Suggestion for dependency checking: https://github.com/explosion/spaCy/pull/11226. This doesn't install dependencies yet, just detects missing or mismatched packages. Only with an automatic install we'd be fully backwards compatible, but I feel like that's kind of intrusive for a default behavior...
This should be restored to its original state before I skillfully erased all of it. I'll trigger the all
tests on BuildKite - once these succeed, I'll update again asking for a quick once-over review.
BuildKite run succeeds. A final review/check appreciated, but there's no hurry since we don't wanna merge this before spaCy 3.5 is released anyway.
It might also make sense to change the spacy requirements in the CI.
To >=3.4
?
Why is this change necessary?
Not doing that results in
ERROR: pip's dependency resolver does not currently take into account all the packages that are installed. This behaviour is the source of the following dependency conflicts.
spacy-experimental 0.5.0 requires spacy<3.4.0,>=3.3.0, but you have spacy 3.4.2 which is incompatible.
Ah, then I would change it to:
spacy-experimental>=0.2.0,<0.7.0
Can you rerun the tests with v3.4.2? It might also make sense to change the spacy requirements in the CI?
All tests succeed on BuildKite. What should we change the spacy
requirement to?
@adrianeboyd @svlandeg This is ready to go IMO (a last sanity check might not hurt). The dependency check was already included in spaCy v3.4.3, so I think there's no need to wait for v3.5 to merge this.
The benchmarks/nel
project seems to have unrelated changes?
The benchmarks/nel project seems to have unrelated changes?
That's true, but these are just formatting. Do you mind leaving them in?
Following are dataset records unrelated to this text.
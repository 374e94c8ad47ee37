import { expect, test, type Page } from "@playwright/test";
import { signedIn } from "../support/session";
import { signInAs } from "../support/browser";
import { createTankWithDevice } from "../support/fleet";

// Issue 6, browser test: an admin imports a strapping table, then a bad CSV: the errors are listed by
// line and nothing is imported.

async function chooseFile(page: Page, name: string, text: string) {
  await page.getByLabel("CSV file", { exact: true }).setInputFiles({ name, mimeType: "text/csv", buffer: Buffer.from(text, "utf8") });
}

test("an admin imports a strapping table, then a bad CSV that imports nothing", async ({ page }) => {
  test.setTimeout(120_000);
  const admin = await signedIn("admin@halftrip.test");
  const good = await createTankWithDevice(admin);
  const bad = await createTankWithDevice(admin);

  await signInAs(page, "admin@halftrip.test");
  await page.getByRole("navigation", { name: "Main" }).getByRole("link", { name: "Imports" }).click();
  await expect(page.getByRole("heading", { name: "Imports", exact: true })).toBeVisible();

  await page.getByLabel("Strapping table").check();
  await expect(page.getByText("level_m,volume_l")).toBeVisible();
  await page.getByLabel("Tank", { exact: true }).selectOption({ value: good.tank.id });
  await chooseFile(page, "strapping.csv", "level_m,volume_l\n0,0\n0.5,450\n1.0,1000\n2.0,2300\n2.8,3300\n");
  await page.getByRole("button", { name: "Upload and import" }).click();
  const progress = page.getByTestId("upload-progress");
  await expect(progress.getByRole("status")).toContainText("imported");
  await expect(progress.getByRole("status")).toContainText("Imported 5 rows.");
  await expect(progress.getByRole("progressbar", { name: "Lines read" })).toHaveAttribute("aria-valuenow", "100");
  const asset = (await admin.get(`/api/assets/${good.tank.id}`).expect(200)).body;
  expect(asset.geometry.shape).toBe("strapping");
  expect(asset.capacity_l).toBeCloseTo(3300, 6);

  await page.getByLabel("Tank", { exact: true }).selectOption({ value: bad.tank.id });
  await chooseFile(page, "bad-strapping.csv", "level_m,volume_l\n0,0\n0.5,950\n1.0;1000\n1.5,900\n2.0,abc\n2.5,2300\n");
  await page.getByRole("button", { name: "Upload and import" }).click();
  await expect(progress.getByRole("status")).toContainText("rejected, nothing imported");
  await expect(progress.getByRole("status")).toContainText("3 lines have errors; nothing was imported.");
  const errors = progress.getByRole("table", { name: /Errors by line/ });
  await expect(errors.getByRole("row", { name: /^4 / })).toContainText("1 field where the header has 2");
  await expect(errors.getByRole("row", { name: /^5 / })).toContainText("cannot fall");
  await expect(errors.getByRole("row", { name: /^6 / })).toContainText('volume_l "abc" is not a number');
  await expect(page.getByRole("button", { name: "Import the 3 good rows only" })).toBeVisible();
  expect((await admin.get(`/api/assets/${bad.tank.id}`).expect(200)).body.geometry.shape).toBe("rectangular");

  const history = page.getByRole("region", { name: "Upload history" });
  await expect(history.getByRole("row").filter({ hasText: bad.tank.name })).toContainText("rejected, nothing imported");
  await expect(history.getByRole("row").filter({ hasText: good.tank.name })).toContainText("imported");
});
It's no issue to revert those either.
@adrianeboyd Do you feel the open issues have been addressed?
In this PR adding a correct spacy_version
in nel_emerson
would be okay, but if you're going to update the project code instead (which is fine!), please move these changes to a separate PR, and also add the correct spacy_version
requirements.
In this PR adding a correct spacy_version in nel_emerson would be okay, but if you're going to update the project code instead (which is fine!), please move these changes to a separate PR, and also add the correct spacy_version requirements.
Was about to write a comment in this regard. In order for the nel_emerson
tests to succeed, we can either
- limit
spacy_version
to < 3.5 or - update
KnowledgeBase
toInMemoryLookupKB
and limitspacy_version
to >= 3.5 or - add qualified imports everywhere - something like:
try:
# In case of >= 3.5
from spacy.kb import InMemoryLookupKB as KnowledgeBase
except ModuleNotFoundError:
# In case of < 3.5
from spacy.kb import KnowledgeBase
Inclined towards the first option. What do you think?
I realize that I don't think we highlighted how breaking the KnowledgeBase
changes were in all the release notes.
For this PR, I think adding spacy_version: ">=3.0.0,<3.5.0"
is fine. Any other options would be better as a separate PR (that would be merged before this one).